Write out every line below that contains "SolvedPair".

::: EXERCISE MATERIAL :::

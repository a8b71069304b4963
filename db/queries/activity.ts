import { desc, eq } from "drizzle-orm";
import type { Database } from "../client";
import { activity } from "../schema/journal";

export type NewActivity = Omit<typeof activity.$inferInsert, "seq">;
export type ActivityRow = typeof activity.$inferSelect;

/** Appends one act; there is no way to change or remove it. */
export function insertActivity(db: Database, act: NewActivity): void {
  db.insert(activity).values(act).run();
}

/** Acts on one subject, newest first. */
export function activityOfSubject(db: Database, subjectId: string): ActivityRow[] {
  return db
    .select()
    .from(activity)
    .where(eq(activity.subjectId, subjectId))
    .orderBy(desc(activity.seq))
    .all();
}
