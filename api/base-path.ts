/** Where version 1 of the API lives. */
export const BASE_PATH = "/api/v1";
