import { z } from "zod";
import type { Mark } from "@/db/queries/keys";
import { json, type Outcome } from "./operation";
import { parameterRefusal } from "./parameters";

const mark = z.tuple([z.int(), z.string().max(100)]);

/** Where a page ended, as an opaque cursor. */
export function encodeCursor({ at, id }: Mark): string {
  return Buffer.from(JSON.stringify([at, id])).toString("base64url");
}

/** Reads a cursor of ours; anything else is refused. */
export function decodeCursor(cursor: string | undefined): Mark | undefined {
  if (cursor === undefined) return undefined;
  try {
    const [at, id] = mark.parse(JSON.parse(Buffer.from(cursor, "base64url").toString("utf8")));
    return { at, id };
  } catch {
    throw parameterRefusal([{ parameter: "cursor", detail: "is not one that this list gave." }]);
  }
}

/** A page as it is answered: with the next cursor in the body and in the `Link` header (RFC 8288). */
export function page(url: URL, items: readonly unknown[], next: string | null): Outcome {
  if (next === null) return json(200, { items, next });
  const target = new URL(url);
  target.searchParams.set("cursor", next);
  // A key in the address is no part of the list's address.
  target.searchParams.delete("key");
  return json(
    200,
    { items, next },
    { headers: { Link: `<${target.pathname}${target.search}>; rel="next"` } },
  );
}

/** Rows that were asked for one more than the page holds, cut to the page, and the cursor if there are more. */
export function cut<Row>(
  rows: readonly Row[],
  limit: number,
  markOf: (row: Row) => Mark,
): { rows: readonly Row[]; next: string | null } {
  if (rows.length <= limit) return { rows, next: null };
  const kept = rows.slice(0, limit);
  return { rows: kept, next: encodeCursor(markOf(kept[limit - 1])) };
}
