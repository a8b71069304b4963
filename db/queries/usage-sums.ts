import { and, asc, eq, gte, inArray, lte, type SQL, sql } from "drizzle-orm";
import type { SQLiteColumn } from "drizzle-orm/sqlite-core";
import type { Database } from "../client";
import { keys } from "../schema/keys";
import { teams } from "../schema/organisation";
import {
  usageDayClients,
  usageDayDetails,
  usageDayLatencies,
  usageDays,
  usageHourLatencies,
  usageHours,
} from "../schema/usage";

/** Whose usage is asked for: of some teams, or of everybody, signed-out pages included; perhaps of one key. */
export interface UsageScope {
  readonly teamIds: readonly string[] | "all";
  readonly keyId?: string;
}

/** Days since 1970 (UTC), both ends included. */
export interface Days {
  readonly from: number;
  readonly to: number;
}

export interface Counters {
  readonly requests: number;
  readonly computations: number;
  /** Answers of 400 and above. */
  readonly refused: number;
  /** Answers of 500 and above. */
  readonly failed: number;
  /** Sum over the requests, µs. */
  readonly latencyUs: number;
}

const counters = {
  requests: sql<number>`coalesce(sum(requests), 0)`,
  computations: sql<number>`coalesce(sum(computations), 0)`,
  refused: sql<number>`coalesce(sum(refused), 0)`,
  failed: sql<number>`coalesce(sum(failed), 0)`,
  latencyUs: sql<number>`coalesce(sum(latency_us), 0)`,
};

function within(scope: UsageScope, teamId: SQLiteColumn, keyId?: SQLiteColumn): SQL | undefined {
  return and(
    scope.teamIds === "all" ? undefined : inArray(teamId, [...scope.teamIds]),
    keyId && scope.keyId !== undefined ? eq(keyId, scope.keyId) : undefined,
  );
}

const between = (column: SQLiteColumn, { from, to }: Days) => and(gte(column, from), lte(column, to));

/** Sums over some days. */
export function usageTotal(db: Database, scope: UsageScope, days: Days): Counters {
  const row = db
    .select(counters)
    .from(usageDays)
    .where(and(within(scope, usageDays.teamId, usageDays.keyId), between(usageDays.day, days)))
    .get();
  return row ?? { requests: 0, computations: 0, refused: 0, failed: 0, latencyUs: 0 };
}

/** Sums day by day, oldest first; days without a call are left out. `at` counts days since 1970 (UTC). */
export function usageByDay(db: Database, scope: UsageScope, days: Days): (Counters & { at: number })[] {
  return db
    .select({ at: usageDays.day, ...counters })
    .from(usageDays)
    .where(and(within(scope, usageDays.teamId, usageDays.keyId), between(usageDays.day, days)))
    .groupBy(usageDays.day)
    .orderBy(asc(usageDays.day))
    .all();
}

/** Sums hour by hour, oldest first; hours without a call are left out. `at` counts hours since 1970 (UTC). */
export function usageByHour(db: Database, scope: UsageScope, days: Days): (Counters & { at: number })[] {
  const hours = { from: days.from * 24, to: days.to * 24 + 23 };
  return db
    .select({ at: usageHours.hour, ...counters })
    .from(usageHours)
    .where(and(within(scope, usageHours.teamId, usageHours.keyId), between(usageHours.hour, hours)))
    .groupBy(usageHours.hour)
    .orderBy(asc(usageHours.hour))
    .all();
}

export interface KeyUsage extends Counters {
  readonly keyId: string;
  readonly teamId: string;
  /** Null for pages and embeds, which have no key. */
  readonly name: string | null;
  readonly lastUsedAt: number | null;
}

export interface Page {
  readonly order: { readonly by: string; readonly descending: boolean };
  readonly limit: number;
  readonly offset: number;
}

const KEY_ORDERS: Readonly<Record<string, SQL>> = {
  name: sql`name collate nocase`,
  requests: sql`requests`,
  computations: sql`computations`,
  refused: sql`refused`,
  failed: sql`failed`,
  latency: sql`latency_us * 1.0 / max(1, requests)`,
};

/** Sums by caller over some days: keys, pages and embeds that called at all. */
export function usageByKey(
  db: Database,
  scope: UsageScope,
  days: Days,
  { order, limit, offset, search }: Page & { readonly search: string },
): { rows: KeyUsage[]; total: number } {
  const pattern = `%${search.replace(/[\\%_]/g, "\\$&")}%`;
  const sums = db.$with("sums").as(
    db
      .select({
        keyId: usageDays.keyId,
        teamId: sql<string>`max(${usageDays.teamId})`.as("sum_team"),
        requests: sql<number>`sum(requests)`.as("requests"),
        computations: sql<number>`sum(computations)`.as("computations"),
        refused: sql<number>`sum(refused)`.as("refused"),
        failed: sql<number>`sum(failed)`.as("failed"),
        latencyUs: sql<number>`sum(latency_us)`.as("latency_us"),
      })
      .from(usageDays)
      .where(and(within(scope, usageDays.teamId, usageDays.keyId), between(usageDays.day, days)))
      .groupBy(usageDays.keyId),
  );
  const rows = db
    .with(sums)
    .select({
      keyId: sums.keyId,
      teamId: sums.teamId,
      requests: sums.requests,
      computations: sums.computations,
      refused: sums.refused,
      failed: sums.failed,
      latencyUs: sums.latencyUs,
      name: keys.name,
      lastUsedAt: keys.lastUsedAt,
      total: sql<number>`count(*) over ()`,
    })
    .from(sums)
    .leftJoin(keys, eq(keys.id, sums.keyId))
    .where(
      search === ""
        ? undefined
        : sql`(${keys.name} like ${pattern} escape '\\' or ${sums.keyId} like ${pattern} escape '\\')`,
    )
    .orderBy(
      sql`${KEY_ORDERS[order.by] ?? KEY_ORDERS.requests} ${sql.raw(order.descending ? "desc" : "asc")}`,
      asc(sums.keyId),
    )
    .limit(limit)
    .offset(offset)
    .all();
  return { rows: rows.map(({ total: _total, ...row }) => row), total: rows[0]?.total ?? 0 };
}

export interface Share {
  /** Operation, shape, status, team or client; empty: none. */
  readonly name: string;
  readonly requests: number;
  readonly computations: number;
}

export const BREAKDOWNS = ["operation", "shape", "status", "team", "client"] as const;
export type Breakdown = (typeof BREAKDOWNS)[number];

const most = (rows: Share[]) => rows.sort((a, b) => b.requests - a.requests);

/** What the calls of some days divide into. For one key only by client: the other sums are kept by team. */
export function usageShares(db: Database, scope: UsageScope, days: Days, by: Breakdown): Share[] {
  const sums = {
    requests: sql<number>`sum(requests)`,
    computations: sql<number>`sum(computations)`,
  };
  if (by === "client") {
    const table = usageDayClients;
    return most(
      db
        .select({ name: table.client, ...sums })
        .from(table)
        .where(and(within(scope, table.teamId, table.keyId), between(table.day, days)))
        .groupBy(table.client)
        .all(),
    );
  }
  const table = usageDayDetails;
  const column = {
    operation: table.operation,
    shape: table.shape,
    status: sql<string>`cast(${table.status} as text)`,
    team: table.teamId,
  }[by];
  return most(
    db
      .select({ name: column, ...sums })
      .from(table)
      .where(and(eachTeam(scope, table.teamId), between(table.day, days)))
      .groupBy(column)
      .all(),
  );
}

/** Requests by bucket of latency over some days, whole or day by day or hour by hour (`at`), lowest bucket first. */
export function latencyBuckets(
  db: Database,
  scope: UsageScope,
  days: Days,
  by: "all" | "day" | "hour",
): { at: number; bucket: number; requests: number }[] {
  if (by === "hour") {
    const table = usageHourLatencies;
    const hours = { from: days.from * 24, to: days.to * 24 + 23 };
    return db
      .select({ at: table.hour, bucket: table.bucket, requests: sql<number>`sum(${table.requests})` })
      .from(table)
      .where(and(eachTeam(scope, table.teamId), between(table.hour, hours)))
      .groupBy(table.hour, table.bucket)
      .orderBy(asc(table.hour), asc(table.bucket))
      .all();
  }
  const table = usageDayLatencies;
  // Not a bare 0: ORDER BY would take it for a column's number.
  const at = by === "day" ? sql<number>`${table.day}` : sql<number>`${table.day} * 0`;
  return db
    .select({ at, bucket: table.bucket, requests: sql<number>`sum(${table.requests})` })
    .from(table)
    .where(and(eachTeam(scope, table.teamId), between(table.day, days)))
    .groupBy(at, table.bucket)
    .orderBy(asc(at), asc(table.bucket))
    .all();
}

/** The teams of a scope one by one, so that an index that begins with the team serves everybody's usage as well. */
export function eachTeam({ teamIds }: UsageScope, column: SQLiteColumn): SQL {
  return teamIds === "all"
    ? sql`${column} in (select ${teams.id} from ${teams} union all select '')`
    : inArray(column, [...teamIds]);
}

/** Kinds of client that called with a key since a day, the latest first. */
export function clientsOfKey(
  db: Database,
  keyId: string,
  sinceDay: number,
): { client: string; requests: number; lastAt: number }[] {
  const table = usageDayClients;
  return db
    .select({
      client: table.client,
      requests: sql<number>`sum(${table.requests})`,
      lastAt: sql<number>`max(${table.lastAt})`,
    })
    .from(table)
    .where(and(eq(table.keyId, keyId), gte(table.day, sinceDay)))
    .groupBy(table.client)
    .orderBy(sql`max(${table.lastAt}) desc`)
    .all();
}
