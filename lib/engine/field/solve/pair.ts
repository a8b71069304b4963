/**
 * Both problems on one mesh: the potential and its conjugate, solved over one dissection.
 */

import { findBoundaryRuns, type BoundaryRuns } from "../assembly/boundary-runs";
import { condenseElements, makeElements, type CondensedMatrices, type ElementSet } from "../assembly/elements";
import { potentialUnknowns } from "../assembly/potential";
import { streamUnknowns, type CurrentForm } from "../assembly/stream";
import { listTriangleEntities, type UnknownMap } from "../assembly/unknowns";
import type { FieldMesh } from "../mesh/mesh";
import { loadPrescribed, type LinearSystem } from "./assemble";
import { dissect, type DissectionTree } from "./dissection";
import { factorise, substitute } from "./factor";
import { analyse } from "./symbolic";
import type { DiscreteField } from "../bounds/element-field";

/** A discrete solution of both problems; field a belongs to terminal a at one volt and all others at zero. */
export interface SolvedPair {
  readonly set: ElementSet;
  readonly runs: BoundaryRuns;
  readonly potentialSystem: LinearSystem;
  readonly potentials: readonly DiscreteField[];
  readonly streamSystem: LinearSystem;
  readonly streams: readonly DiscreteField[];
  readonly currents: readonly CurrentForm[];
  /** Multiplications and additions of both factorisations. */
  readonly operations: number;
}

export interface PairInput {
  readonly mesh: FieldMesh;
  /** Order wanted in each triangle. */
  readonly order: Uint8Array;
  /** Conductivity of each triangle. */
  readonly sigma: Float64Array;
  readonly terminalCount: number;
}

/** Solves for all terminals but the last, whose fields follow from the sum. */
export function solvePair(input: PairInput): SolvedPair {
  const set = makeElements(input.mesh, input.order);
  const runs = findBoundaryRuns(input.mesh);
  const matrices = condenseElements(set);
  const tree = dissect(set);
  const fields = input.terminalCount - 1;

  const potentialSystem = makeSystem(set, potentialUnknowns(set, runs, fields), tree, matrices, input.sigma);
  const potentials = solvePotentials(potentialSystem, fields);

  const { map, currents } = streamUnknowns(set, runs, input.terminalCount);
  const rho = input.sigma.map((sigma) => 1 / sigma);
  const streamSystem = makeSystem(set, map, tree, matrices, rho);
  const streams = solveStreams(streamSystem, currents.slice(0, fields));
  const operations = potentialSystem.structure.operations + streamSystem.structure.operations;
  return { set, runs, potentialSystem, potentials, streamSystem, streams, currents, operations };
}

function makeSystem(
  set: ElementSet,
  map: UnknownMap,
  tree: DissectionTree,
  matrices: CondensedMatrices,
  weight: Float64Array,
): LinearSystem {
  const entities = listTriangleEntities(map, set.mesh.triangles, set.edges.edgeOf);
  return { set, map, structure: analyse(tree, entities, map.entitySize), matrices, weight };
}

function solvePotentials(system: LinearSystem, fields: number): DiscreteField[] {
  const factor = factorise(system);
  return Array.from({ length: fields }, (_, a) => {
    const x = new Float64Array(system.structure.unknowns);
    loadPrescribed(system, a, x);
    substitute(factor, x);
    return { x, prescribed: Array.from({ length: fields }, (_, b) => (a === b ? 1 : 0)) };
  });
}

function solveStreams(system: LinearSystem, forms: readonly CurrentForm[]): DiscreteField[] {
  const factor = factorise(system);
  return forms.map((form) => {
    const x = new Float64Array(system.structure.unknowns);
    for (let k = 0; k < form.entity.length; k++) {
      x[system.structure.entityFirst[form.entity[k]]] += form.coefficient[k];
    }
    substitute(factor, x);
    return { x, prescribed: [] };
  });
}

:::

_EXERCISE RESPONSE_:
export interface SolvedPair {
export function solvePair(input: PairInput): SolvedPair {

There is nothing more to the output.